WHAT THIS TASK INVOLVES:
Copy out each line of the material in which the word "RecordEarlierCriterion" appears.

THE RECORDS START

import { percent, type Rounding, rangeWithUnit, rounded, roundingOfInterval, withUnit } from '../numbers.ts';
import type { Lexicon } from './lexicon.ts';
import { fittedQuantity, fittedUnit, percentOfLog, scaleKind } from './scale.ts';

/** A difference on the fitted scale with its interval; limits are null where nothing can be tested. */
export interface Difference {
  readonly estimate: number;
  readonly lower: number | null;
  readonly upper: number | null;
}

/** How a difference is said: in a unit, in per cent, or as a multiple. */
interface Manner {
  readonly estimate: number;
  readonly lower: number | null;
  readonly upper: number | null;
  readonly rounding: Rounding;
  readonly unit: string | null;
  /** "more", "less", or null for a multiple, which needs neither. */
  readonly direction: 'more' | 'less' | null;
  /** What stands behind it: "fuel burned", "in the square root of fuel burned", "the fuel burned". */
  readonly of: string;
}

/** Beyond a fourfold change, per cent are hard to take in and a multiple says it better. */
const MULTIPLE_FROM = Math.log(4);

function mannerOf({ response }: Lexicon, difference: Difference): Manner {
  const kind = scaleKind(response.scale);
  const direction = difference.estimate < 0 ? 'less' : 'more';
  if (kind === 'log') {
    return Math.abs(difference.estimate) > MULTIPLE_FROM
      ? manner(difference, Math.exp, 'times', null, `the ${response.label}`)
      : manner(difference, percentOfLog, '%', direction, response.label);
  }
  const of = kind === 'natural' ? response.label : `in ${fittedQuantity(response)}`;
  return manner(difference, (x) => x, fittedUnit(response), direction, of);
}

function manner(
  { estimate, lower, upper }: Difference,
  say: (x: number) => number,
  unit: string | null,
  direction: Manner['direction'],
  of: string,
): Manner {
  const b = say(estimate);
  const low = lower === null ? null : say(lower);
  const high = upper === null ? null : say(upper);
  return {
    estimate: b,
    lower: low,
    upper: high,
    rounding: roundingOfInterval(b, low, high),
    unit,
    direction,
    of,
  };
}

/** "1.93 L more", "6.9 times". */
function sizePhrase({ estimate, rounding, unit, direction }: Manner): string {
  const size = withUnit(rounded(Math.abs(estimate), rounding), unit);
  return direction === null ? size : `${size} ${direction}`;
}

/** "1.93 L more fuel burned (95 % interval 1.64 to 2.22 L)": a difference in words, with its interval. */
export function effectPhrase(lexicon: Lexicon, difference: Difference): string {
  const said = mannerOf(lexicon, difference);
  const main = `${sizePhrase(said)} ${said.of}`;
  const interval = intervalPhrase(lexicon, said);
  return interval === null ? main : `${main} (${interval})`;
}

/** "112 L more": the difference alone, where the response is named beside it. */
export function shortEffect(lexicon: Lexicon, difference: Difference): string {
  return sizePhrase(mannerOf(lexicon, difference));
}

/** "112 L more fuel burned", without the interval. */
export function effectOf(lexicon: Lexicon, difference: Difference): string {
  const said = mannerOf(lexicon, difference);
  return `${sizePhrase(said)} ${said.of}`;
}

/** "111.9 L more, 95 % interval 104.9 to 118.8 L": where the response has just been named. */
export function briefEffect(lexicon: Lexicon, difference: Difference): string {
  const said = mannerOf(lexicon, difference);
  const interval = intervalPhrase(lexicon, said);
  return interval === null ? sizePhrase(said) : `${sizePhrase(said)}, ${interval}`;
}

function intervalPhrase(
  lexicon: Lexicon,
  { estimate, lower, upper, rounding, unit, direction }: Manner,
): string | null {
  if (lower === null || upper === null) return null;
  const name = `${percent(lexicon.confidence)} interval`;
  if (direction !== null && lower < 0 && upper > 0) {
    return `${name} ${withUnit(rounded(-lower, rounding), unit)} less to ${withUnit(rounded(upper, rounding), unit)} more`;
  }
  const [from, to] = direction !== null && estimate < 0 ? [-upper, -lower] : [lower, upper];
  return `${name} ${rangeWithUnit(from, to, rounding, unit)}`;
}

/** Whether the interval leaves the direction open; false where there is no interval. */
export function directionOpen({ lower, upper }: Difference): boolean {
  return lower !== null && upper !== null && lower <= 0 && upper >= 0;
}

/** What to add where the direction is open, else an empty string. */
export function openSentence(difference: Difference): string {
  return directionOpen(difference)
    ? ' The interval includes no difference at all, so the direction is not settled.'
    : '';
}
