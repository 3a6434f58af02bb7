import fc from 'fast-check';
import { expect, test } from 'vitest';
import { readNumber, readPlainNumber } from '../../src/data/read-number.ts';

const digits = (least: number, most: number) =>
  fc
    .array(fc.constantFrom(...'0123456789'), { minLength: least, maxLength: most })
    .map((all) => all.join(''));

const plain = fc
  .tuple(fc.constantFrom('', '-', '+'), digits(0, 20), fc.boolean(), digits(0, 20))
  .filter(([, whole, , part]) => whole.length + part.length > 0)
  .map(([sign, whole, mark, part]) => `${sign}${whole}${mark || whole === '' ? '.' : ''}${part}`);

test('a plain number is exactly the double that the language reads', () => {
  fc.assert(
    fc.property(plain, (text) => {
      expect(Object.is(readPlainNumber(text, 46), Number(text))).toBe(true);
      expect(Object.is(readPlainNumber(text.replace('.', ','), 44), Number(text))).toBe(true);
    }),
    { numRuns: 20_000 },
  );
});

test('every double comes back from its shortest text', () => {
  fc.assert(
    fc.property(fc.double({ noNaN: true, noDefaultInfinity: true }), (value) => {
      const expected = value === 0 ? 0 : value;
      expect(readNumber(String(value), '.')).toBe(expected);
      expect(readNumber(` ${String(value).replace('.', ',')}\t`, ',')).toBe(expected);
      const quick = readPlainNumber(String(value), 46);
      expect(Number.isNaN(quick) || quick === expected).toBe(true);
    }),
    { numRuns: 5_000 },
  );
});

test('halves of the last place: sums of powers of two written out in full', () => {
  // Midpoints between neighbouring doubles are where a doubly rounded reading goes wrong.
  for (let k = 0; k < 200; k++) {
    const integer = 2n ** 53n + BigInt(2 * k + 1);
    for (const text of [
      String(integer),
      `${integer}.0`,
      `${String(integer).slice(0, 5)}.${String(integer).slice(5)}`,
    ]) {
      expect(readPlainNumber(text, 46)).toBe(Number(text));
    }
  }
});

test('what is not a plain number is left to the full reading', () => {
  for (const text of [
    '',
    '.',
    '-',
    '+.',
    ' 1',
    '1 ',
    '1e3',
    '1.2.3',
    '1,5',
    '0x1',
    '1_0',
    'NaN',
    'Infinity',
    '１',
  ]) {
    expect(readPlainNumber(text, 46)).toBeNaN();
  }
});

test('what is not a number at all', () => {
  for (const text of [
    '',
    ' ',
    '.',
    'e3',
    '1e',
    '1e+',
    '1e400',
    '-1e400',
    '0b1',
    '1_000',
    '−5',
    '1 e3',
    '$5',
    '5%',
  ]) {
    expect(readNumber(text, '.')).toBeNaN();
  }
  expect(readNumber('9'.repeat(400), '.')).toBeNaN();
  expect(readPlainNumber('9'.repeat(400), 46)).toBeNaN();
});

THE RECORDS END
THE RECORDS START

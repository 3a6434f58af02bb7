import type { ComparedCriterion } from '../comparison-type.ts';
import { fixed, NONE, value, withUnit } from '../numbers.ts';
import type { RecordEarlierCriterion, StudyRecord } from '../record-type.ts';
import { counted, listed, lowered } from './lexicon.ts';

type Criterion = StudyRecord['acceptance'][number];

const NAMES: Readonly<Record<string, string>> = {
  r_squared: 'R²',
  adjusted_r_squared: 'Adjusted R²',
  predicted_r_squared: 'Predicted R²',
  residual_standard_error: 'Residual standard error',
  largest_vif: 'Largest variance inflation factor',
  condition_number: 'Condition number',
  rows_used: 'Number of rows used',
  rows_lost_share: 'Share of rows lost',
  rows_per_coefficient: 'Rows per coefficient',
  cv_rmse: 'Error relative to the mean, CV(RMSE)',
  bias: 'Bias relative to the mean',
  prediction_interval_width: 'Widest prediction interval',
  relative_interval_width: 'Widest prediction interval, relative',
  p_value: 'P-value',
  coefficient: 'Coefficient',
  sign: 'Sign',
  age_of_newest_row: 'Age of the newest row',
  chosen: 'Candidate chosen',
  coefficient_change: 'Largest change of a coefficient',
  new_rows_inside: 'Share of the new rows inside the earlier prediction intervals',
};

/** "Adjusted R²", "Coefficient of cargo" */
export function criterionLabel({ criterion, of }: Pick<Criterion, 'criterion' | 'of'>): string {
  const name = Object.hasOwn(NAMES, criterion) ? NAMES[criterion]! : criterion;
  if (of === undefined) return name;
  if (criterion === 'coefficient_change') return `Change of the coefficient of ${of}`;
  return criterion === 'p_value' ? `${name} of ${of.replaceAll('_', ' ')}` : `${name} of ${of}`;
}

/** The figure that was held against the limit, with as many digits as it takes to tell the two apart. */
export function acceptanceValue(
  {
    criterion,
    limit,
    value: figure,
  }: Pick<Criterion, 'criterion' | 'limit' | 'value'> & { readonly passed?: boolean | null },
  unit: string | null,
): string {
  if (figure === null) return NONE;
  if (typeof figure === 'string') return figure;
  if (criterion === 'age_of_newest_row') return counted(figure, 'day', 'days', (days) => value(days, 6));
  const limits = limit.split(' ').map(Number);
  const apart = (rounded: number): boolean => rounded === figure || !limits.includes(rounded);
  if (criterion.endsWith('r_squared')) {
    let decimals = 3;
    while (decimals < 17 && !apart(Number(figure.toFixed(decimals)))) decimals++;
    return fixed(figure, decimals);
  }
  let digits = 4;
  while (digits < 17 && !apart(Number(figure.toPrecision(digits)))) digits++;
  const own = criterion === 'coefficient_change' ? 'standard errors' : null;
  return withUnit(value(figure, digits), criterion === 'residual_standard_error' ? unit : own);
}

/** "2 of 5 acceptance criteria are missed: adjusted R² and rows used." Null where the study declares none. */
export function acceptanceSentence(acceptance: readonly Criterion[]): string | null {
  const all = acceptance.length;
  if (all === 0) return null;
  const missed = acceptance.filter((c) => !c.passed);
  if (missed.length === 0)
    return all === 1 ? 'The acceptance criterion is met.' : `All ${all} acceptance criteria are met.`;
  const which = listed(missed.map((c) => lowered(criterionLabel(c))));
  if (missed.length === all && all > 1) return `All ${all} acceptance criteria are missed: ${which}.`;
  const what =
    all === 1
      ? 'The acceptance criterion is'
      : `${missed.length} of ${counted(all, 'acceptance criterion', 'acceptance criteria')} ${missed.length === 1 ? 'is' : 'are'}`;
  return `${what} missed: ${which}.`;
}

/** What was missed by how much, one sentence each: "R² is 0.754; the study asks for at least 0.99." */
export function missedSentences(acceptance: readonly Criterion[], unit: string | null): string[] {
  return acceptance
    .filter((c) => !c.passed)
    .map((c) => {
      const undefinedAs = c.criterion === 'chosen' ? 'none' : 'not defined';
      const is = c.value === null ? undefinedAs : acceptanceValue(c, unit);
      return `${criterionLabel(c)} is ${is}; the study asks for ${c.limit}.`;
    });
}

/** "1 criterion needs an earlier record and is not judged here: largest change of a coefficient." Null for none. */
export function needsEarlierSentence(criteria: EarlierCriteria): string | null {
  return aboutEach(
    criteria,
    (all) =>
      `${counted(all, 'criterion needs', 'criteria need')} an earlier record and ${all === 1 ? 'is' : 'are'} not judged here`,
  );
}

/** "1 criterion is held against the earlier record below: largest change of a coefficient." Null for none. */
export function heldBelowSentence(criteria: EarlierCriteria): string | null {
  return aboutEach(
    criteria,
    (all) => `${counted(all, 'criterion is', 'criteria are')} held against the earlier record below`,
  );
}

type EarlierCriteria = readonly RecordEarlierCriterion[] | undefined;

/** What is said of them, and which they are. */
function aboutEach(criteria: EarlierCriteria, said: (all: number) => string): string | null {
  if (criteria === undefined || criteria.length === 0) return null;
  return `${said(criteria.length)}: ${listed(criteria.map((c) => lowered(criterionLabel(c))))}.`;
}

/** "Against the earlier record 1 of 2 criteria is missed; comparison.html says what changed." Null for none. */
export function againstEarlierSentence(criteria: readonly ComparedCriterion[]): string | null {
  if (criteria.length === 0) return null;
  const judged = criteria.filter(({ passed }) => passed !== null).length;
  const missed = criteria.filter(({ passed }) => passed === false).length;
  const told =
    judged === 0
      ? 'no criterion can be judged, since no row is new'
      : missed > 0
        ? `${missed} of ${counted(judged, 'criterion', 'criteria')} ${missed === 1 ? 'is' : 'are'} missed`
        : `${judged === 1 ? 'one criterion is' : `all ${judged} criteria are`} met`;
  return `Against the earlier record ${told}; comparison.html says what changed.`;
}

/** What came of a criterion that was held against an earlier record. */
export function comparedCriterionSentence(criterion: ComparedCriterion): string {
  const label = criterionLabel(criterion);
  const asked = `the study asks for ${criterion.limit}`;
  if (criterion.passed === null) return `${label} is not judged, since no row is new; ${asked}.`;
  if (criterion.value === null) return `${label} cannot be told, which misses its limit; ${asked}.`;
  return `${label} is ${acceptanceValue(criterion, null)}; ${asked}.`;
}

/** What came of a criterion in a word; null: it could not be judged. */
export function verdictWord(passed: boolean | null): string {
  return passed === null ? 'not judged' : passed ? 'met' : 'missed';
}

THE RECORDS END

OUTPUT FOR THIS TASK:
import type { RecordEarlierCriterion, StudyRecord } from '../record-type.ts';
type EarlierCriteria = readonly RecordEarlierCriterion[] | undefined;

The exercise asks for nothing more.